Colophon: a working instrument
A colophon is the note at the back of a book that tells you how it was made: the typeface, the paper, the press. This is that note, for this site.
The idea
I wanted a personal site that behaves like a working instrument rather than a brochure. An instrument earns trust by being honest about its own state — a good one shows you real readings, not a picture of a needle painted at a flattering angle. So the rule here is that every piece of decoration has to be real information. The clock in the header is the actual time in England. The counts next to the navigation are computed from the number of things I have actually made. The line at the bottom of every page is the real timestamp of the last build and the short hash of the commit it was built from. If you can see it, it is true.
The opposite of that is the fake widget: the invented metric, the placeholder graph, the “trusted by” logos nobody checked. There is none of that here. Where I do not yet have a fact — a start date, an institution, the exact wording of a role — the page stays sparse and I leave a note to myself in the source rather than filling the gap with something plausible.
The look
The visual language is borrowed from three places, synthesised rather than copied. The first is the index page of a photography archive: off-white paper, near-black ink, and a thin monospace layer of labels and metadata framing the work. The second is the printed manifesto — type set large and plainly, a few lines that mean what they say. The third is instrument design in the older industrial sense: everything legible, nothing ornamental, the controls doing exactly what their labels claim.

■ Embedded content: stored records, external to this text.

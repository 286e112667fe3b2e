//! The reference tables of tests/reference/geometry (80-digit arithmetic, generator beside them), to 1e-12.

use super::{disc, m, m2, strip};
use chordwall::engine::units::Si;

const LIMIT: f64 = 1e-12;

/// Greatest error of each figure of a table, with the row where it occurs.
struct Errors {
    table: &'static str,
    groups: Vec<(&'static str, f64, String, usize)>,
}

impl Errors {
    fn of(table: &'static str) -> Self {
        Self { table, groups: Vec::new() }
    }

    /// Error of `value` relative to `scale`.
    fn add(&mut self, group: &'static str, value: f64, reference: f64, scale: f64, row: &[f64]) {
        let error = if value == reference { 0.0 } else { ((value - reference) / scale).abs() };
        let error = if error.is_nan() { f64::INFINITY } else { error };
        let at = match self.groups.iter().position(|(name, ..)| *name == group) {
            Some(at) => at,
            None => {
                self.groups.push((group, 0.0, String::new(), 0));
                self.groups.len() - 1
            }
        };
        let entry = &mut self.groups[at];
        entry.3 += 1;
        if error > entry.1 {
            entry.1 = error;
            entry.2 = format!("{value:e} against {reference:e} at {row:?}");
        }
    }

    fn relative(&mut self, group: &'static str, value: f64, reference: f64, row: &[f64]) {
        self.add(group, value, reference, reference, row);
    }

    fn judge(&self) {
        let report: Vec<String> = self
            .groups
            .iter()
            .map(|(name, worst, row, count)| format!("{}: {name}: {worst:.2e} of {count} rows, {row}", self.table))
            .collect();
        assert!(!report.is_empty(), "{} has no rows", self.table);
        assert!(self.groups.iter().all(|(_, worst, ..)| *worst < LIMIT), "{}", report.join("\n"));
    }
}

/// Rows of a table, all numbers; the header names the columns in the order in which a test takes them.
fn rows<const N: usize>(table: &str, header: [&str; N]) -> Vec<[f64; N]> {
    let path = std::path::Path::new(env!("CARGO_MANIFEST_DIR")).join("tests/reference/geometry").join(table);
    let mut reader = csv::Reader::from_path(path).unwrap();
    assert_eq!(reader.headers().unwrap().iter().collect::<Vec<_>>(), header);
    let rows: Vec<[f64; N]> = reader
        .records()
        .map(|record| {
            let numbers: Vec<f64> = record.unwrap().iter().map(|field| field.parse().unwrap()).collect();
            numbers.try_into().unwrap()
        })
        .collect();
    assert!(rows.len() >= 80, "{table} is too short to mean anything");
    rows
}

#[test]
fn strips_agree_with_80_digit_values() {
    let mut errors = Errors::of("strips");
    let header = ["radius", "left", "right", "area", "left_chord", "right_chord", "arc", "centroid"];
    for row in rows("strips.csv", header) {
        let [radius, left, right, area, left_chord, right_chord, arc, centroid] = row;
        let strip = strip(radius, left, right);
        errors.relative("area", strip.area().si(), area, &row);
        errors.relative("left chord", strip.left_chord().si(), left_chord, &row);
        errors.relative("right chord", strip.chord_at(m(right)).si(), right_chord, &row);
        errors.relative("arc", strip.arc_length().si(), arc, &row);
        errors.add("centroid", strip.centroid().si(), centroid, radius, &row);
    }
    errors.judge();
}

#[test]
fn segments_agree_with_80_digit_values() {
    let mut errors = Errors::of("segments");
    for row in rows("segments.csv", ["radius", "depth", "area", "wanted_area", "depth_of_wanted"]) {
        let [radius, depth, area, wanted, depth_of_wanted] = row;
        errors.relative("area", disc(radius).segment_area(m(depth)).unwrap().si(), area, &row);
        errors.relative("depth", disc(radius).segment_depth(m2(wanted)).unwrap().si(), depth_of_wanted, &row);
    }
    errors.judge();
}

#[test]
fn corners_agree_with_80_digit_values() {
    let mut errors = Errors::of("corners");
    let header = ["radius", "left", "right", "line", "area", "length", "arc", "centroid_x", "centroid_y"];
    for row in rows("corners.csv", header) {
        let [radius, left, right, line, area, length, arc, x, y] = row;
        let strip = strip(radius, left, right);
        let corner = strip.corner(m(line));
        errors.relative("area", corner.area().si(), area, &row);
        errors.relative("length of the line", corner.line_length().si(), length, &row);
        errors.relative("arc", corner.arc_length().si(), arc, &row);
        let (found_x, found_y) = corner.centroid().unwrap();
        errors.add("centroid across", found_x.si(), x, radius, &row);
        errors.add("centroid along", found_y.si(), y, radius, &row);
    }
    errors.judge();
}

#[test]
fn bands_agree_with_80_digit_values() {
    let mut errors = Errors::of("bands");
    for row in rows("bands.csv", ["radius", "left", "right", "half_width", "area"]) {
        let [radius, left, right, half_width, area] = row;
        errors.relative("area", strip(radius, left, right).band_area(m(half_width)).si(), area, &row);
    }
    errors.judge();
}

#[test]
fn widths_from_areas_agree_with_80_digit_values() {
    let mut errors = Errors::of("inverse widths");
    for row in rows("inverse_widths.csv", ["radius", "left", "area", "width"]) {
        let [radius, left, area, width] = row;
        errors.relative("width", disc(radius).width_right_of(m(left), m2(area)).unwrap().si(), width, &row);
        let right_face = disc(radius).right_face_for_area(m(left), m2(area)).unwrap().si();
        errors.add("right face", right_face, left + width, radius, &row);
        let left_face = disc(radius).left_face_for_area(m(-left), m2(area)).unwrap().si();
        errors.add("left face", left_face, -left - width, radius, &row);
    }
    errors.judge();
}

#[test]
fn corner_lines_from_areas_agree_with_80_digit_values() {
    let mut errors = Errors::of("inverse corners");
    for row in rows("inverse_corners.csv", ["radius", "left", "right", "area", "line", "depth"]) {
        let [radius, left, right, area, line, depth] = row;
        let strip = strip(radius, left, right);
        let top = line + depth;
        errors.add("line", strip.line_for_corner_area(m2(area)).unwrap().si(), line, top, &row);
        if area <= 0.5 * strip.area().si() {
            errors.relative("depth", strip.depth_for_corner_area(m2(area)).unwrap().si(), depth, &row);
        }
    }
    errors.judge();
}

#[test]
fn band_half_widths_from_areas_agree_with_80_digit_values() {
    let mut errors = Errors::of("inverse bands");
    for row in rows("inverse_bands.csv", ["radius", "left", "right", "area", "half_width"]) {
        let [radius, left, right, area, half_width] = row;
        let found = strip(radius, left, right).half_width_for_band_area(m2(area)).unwrap().si();
        errors.relative("half-width", found, half_width, &row);
    }
    errors.judge();
}
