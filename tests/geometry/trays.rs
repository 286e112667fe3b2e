//! Trays laid out in their places: every part against the cut that makes it, half-moon figures, the crest's constriction.

use super::{disc, m, strip};
use chordwall::engine::case::{Deck as DeckKind, LiquidFlow, Tray};
use chordwall::engine::geometry::{Deck, LayoutFigures, Pass, Strip, TrayLayout};
use chordwall::engine::units::{Length, Si};
use proptest::prelude::*;

fn figures(flow: LiquidFlow, passes: u8, tops: f64, bottoms: f64) -> LayoutFigures {
    LayoutFigures {
        flow,
        passes,
        downcomer_area: tops,
        downcomer_bottom_area: bottoms,
        hole_area: 0.08,
        edge_strip: m(0.0),
    }
}

fn layout(place: &Strip, figures: LayoutFigures) -> TrayLayout {
    TrayLayout::from_figures(place, &figures).unwrap()
}

fn only(deck: &Deck) -> Pass {
    let [pass] = deck.passes() else { panic!("one pass expected") };
    *pass
}

fn both(deck: &Deck) -> [Pass; 2] {
    let [first, second] = deck.passes() else { panic!("two passes expected") };
    [*first, *second]
}

/// Area of the place between two lines square to the liquid's way.
fn between(place: &Strip, flow: LiquidFlow, one: Length, other: Length) -> f64 {
    let (lower, upper) = (one.min(other), one.max(other));
    match flow {
        LiquidFlow::AlongWall => (place.corner(lower).area() - place.corner(upper).area()).si(),
        LiquidFlow::AcrossWall => place.part(lower, upper).unwrap().area().si(),
    }
}

/// Ends of the place in the direction of the liquid.
fn ends(place: &Strip, flow: LiquidFlow) -> (Length, Length) {
    match flow {
        LiquidFlow::AlongWall => (-place.radius(), place.radius()),
        LiquidFlow::AcrossWall => (place.left(), place.right()),
    }
}

fn near(value: f64, expected: f64, what: &str) {
    assert!((value - expected).abs() < 1e-12 * expected.abs().max(1.0), "{what}: {value} against {expected}");
}

/// The corner of the half-moon check values (method notes: R 1.5 m, wall face at 0.2 m, line at 0.9 m).
#[test]
fn half_moon_tray_along_the_wall_has_the_noted_corner() {
    let place = strip(1.5, 0.2, 1.5);
    let fraction = place.corner(m(0.9)).area().si() / place.area().si();
    let layout = layout(&place, figures(LiquidFlow::AlongWall, 1, fraction, fraction));
    let [deck] = layout.decks() else { panic!("mirror images are one deck") };
    let pass = only(deck);
    assert!((deck.downcomer_area.si() - 0.38410).abs() < 5e-6);
    assert!((deck.active_area.si() - 2.16788).abs() < 5e-6);
    near(deck.net_area.si(), place.area().si() - deck.downcomer_area.si(), "net");
    near(deck.hole_area.si(), 0.08 * deck.active_area.si(), "holes");
    near(pass.weir.length().si(), 1.0, "weir");
    near(pass.apron_length.si(), 1.0, "apron");
    near(pass.weir.position().si(), 0.9, "weir line");
    near(pass.flow_path.si(), 1.8, "path");
    assert_eq!(pass.liquid_fraction, 1.0);
}

/// Wall strip to 0.35 m and arc segment beyond 1.25 m of the same notes, as downcomers of the two decks across the wall.
#[test]
fn half_moon_tray_across_the_wall_has_the_noted_strips() {
    let place = strip(1.5, 0.2, 1.5);
    let at_wall = strip(1.5, 0.2, 0.35).area().si() / place.area().si();
    let at_shell = strip(1.5, 1.25, 1.5).area().si() / place.area().si();
    let [deck, _] = *layout(&place, figures(LiquidFlow::AcrossWall, 1, at_wall, at_shell)).decks() else { panic!() };
    let pass = only(&deck);
    assert!((pass.downcomer_top_area.si() - 0.44218).abs() < 5e-6);
    assert!((pass.downcomer_bottom_area.si() - 0.28135).abs() < 5e-6);
    assert!((pass.weir.length().si() - 2.91719).abs() < 5e-6);
    near(pass.flow_path.si(), 0.9, "path from the shell's inlet panel to the weir at the wall");
    let [_, deck] = *layout(&place, figures(LiquidFlow::AcrossWall, 1, at_shell, at_wall)).decks() else { panic!() };
    let pass = only(&deck);
    assert!((pass.weir.length().si() - 1.65831).abs() < 5e-6);
    near(pass.weir.position().si(), 1.25, "weir at the shell");
    near(pass.inlet_position.si(), 0.35, "inlet at the wall");
    near(pass.flow_path.si(), 0.9, "path");
}

/// Effective weir of a full circle by Treybal's relation (Mass-Transfer Operations, Eq. 6.34, read second-hand):
/// (Weff/W)^2 = (D/W)^2 - (((D/W)^2 - 1)^0.5 + 2 (h/D)(D/W))^2.
fn treybal_m(diameter_m: f64, weir_m: f64, crest_m: f64) -> f64 {
    let ratio = diameter_m / weir_m;
    weir_m * (ratio * ratio - ((ratio * ratio - 1.0).sqrt() + 2.0 * crest_m / diameter_m * ratio).powi(2)).sqrt()
}

/// D 2.0 m, W/D 0.75: 24.06 mm of crest leave 1.4561 m, Fw 1.0200 (method notes, worked out there).
#[test]
fn weir_of_a_full_circle_is_constricted_as_noted() {
    let whole = disc(1.0).whole().unwrap();
    let line = (1.0_f64 - 0.75 * 0.75).sqrt();
    let fraction = whole.corner(m(line)).area().si() / whole.area().si();
    let weir = only(&layout(&whole, figures(LiquidFlow::AlongWall, 1, fraction, fraction)).decks()[0]).weir;
    near(weir.length().si(), 1.5, "weir");
    let moved = weir.length_moved(m(0.02406)).si();
    assert!((moved - 1.4561).abs() < 5e-5, "{moved}");
    assert!(((1.5 / moved).powf(2.0 / 3.0) - 1.0200).abs() < 5e-5);
    near(moved, treybal_m(2.0, 1.5, 0.02406), "Treybal");
}

#[test]
fn weir_between_wall_and_shell_is_constricted_at_the_shell_only() {
    let place = strip(1.5, 0.2, 1.5);
    let fraction = place.corner(m(0.9)).area().si() / place.area().si();
    let weir = only(&layout(&place, figures(LiquidFlow::AlongWall, 1, fraction, 0.1)).decks()[0]).weir;
    near(weir.length_moved(m(0.04)).si(), (1.5_f64 * 1.5 - 0.94 * 0.94).sqrt() - 0.2, "one end");
    assert_eq!(weir.length_moved(m(0.0)), weir.length());
    assert_eq!(weir.length_moved(m(0.7)).si(), 0.0, "above the highest point of the place");
}

#[test]
fn line_moved_towards_the_middle_is_no_longer_than_the_weir() {
    let place = strip(1.5, 0.2, 1.5);
    let [_, to_centre] = *layout(&place, figures(LiquidFlow::AlongWall, 2, 0.12, 0.12)).decks() else { panic!() };
    for pass in both(&to_centre) {
        assert_eq!(pass.weir.length_moved(m(0.03)), pass.weir.length());
    }
    // Across: the centre downcomer of the other deck lies right of the middle; its left pass runs into a shorter chord.
    let [_, to_centre] = *layout(&place, figures(LiquidFlow::AcrossWall, 2, 0.12, 0.12)).decks() else { panic!() };
    let [from_wall, from_shell] = both(&to_centre);
    assert!(from_wall.weir.length_moved(m(0.03)) < from_wall.weir.length());
    assert_eq!(from_shell.weir.length_moved(m(0.03)), from_shell.weir.length());
}

#[test]
fn places_that_are_their_own_mirror_image_need_one_deck_across() {
    let whole = disc(1.0).whole().unwrap();
    assert_eq!(layout(&whole, figures(LiquidFlow::AcrossWall, 1, 0.1, 0.1)).decks().len(), 1);
    assert_eq!(layout(&strip(1.0, -0.3, 0.3), figures(LiquidFlow::AcrossWall, 1, 0.1, 0.1)).decks().len(), 1);
    assert_eq!(layout(&strip(1.0, -0.3, 0.4), figures(LiquidFlow::AcrossWall, 1, 0.1, 0.1)).decks().len(), 2);
    assert_eq!(layout(&whole, figures(LiquidFlow::AcrossWall, 2, 0.1, 0.1)).decks().len(), 2);
    assert_eq!(layout(&whole, figures(LiquidFlow::AlongWall, 1, 0.1, 0.1)).decks().len(), 1);
    // Along and across are the same in a whole disc, but for the name of the axis.
    let along = only(&layout(&whole, figures(LiquidFlow::AlongWall, 1, 0.13, 0.09)).decks()[0]);
    let across = only(&layout(&whole, figures(LiquidFlow::AcrossWall, 1, 0.13, 0.09)).decks()[0]);
    near(along.weir.length().si(), across.weir.length().si(), "weir");
    near(along.apron_length.si(), across.apron_length.si(), "apron");
    near(along.flow_path.si(), across.flow_path.si(), "path");
    near(along.weir.length_moved(m(0.03)).si(), across.weir.length_moved(m(0.03)).si(), "crest");
}

/// Ring sector along the shell and rectangles along the walls, from the angles of the lines.
#[test]
fn edge_strips_are_taken_off_along_shell_and_wall() {
    let (radius, edge) = (1.5, 0.05);
    let ring = |angle: f64| 0.5 * angle * (radius * radius - (radius - edge) * (radius - edge));
    let with_edge = |figures: LayoutFigures| LayoutFigures { edge_strip: m(edge), ..figures };

    let place = strip(radius, 0.2, radius);
    let along = figures(LiquidFlow::AlongWall, 1, 0.14, 0.10);
    let plain = only(&layout(&place, along).decks()[0]);
    let edged = only(&layout(&place, with_edge(along)).decks()[0]);
    let (weir, inlet) = (plain.weir.position().si(), plain.inlet_position.si());
    let expected = ring((weir / radius).asin() - (inlet / radius).asin()) + edge * (weir - inlet);
    near((plain.active_area - edged.active_area).si(), expected, "one wall, one arc");
    assert_eq!((edged.weir, edged.flow_path), (plain.weir, plain.flow_path));

    let place = strip(radius, -0.4, 0.7);
    let plain = only(&layout(&place, along).decks()[0]);
    let edged = only(&layout(&place, with_edge(along)).decks()[0]);
    let walls = plain.flow_path.si();
    near((plain.active_area - edged.active_area).si(), 2.0 * edge * walls, "two walls, lines below both corners");

    let across = figures(LiquidFlow::AcrossWall, 1, 0.14, 0.10);
    let plain = only(&layout(&place, across).decks()[0]);
    let edged = only(&layout(&place, with_edge(across)).decks()[0]);
    let (weir, inlet) = (plain.weir.position().si(), plain.inlet_position.si());
    let expected = 2.0 * ring((inlet / radius).asin() - (weir / radius).asin());
    near((plain.active_area - edged.active_area).si(), expected, "arcs at both ends, no wall");
}

#[test]
fn pieces_that_do_not_fit_are_refused_with_the_reason() {
    let place = strip(1.5, 0.2, 1.5);
    let good = figures(LiquidFlow::AlongWall, 1, 0.12, 0.12);
    let bad = [
        (LayoutFigures { downcomer_area: 0.6, downcomer_bottom_area: 0.4, ..good }, "both together below 1"),
        (LayoutFigures { downcomer_area: 0.0, ..good }, "each must be positive"),
        (LayoutFigures { downcomer_bottom_area: f64::NAN, ..good }, "each must be positive"),
        (LayoutFigures { passes: 3, ..good }, "1 or 2 can"),
        (LayoutFigures { passes: 0, ..good }, "1 or 2 can"),
        (LayoutFigures { hole_area: 1.0, ..good }, "between 0 and 1"),
        (LayoutFigures { edge_strip: m(-0.01), ..good }, "below the radius, 1.5 m"),
        (LayoutFigures { edge_strip: m(f64::NAN), ..good }, "below the radius, 1.5 m"),
        (LayoutFigures { edge_strip: m(1.2), ..good }, "narrower strips"),
    ];
    for (figures, expected) in bad {
        let error = TrayLayout::from_figures(&place, &figures).unwrap_err().to_string();
        assert!(error.contains(expected), "{error}");
    }
}

#[test]
fn tray_of_a_case_is_laid_out_by_its_own_figures() {
    let tray = Tray {
        deck: DeckKind::Sieve,
        spacing: m(0.61),
        weir_height: m(0.05),
        hole_diameter: m(0.006),
        hole_area: 0.07,
        deck_thickness: m(0.002),
        downcomer_area: 0.15,
        downcomer_bottom_area: 0.11,
        downcomer_clearance: m(0.04),
        passes: 2,
        flow: LiquidFlow::AcrossWall,
        edge_strip: m(0.03),
        weir_open: 1.0,
        foaming: None,
    };
    let place = strip(1.5, 0.2, 1.5);
    let expected = LayoutFigures {
        flow: LiquidFlow::AcrossWall,
        passes: 2,
        downcomer_area: 0.15,
        downcomer_bottom_area: 0.11,
        hole_area: 0.07,
        edge_strip: m(0.03),
    };
    assert_eq!(TrayLayout::new(&place, &tray).unwrap(), layout(&place, expected));
}

fn any_place() -> impl Strategy<Value = Strip> {
    (0.4..5.0_f64, -1.0..1.0_f64, -1.0..1.0_f64)
        .prop_filter("a place of some depth", |(_, a, b)| (a - b).abs() > 0.05)
        .prop_map(|(radius, a, b)| strip(radius, radius * a.min(b), radius * a.max(b)))
}

fn any_figures() -> impl Strategy<Value = LayoutFigures> {
    (prop_oneof![Just(LiquidFlow::AlongWall), Just(LiquidFlow::AcrossWall)], 1..=2_u8, 0.02..0.45_f64, 0.02..0.45_f64)
        .prop_map(|(flow, passes, tops, bottoms)| figures(flow, passes, tops, bottoms))
}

Texture is rationed deliberately. There is exactly one place on the site that looks handled — the current note on the Now page, which is a scrap of yellow paper with a strip of tape. Everywhere else is flat and editorial. One warm spot in an otherwise cool room reads as deliberate; the same texture repeated everywhere reads as a template, which is the thing I was most trying to avoid.
The build
It is an Astro site and it ships effectively no JavaScript. There is no front-end framework. The scripts on the page are a handful of lines of vanilla JavaScript: the live clock, the theme toggle (including the cassette on the home page that flips the site between Side A and Side B), the work ticker along the bottom of the hero that scrubs between recent projects, and the record player on the Now page. All of it together is under four kilobytes on the heaviest page — comfortably under the ten I would let myself spend.
The fonts are self-hosted — Archivo for display and interface, IBM Plex Mono for all the labels and metadata, and Newsreader for long-form reading like this — so no request leaves the site to anyone else’s servers as you read it. There is one deliberate exception, and it waits for your permission: press PLAY on the record player on the Now page and it loads Spotify’s embedded player for that track on demand. Nothing loads from Spotify, or anyone, until you press it. Colour and theming are plain CSS custom properties, with a light “Side A” and a dark “Side B” that you can switch between; your choice is remembered. There is an RSS feed for the writing, a print stylesheet that turns the CV into a clean black-on-white document, and the build stamp and commit hash I mentioned, injected at build time.
None of this is novel. That is rather the point — it is boring technology used carefully, which is what I like. Everything on this site works, and it can show you its own workings. That is the whole brief.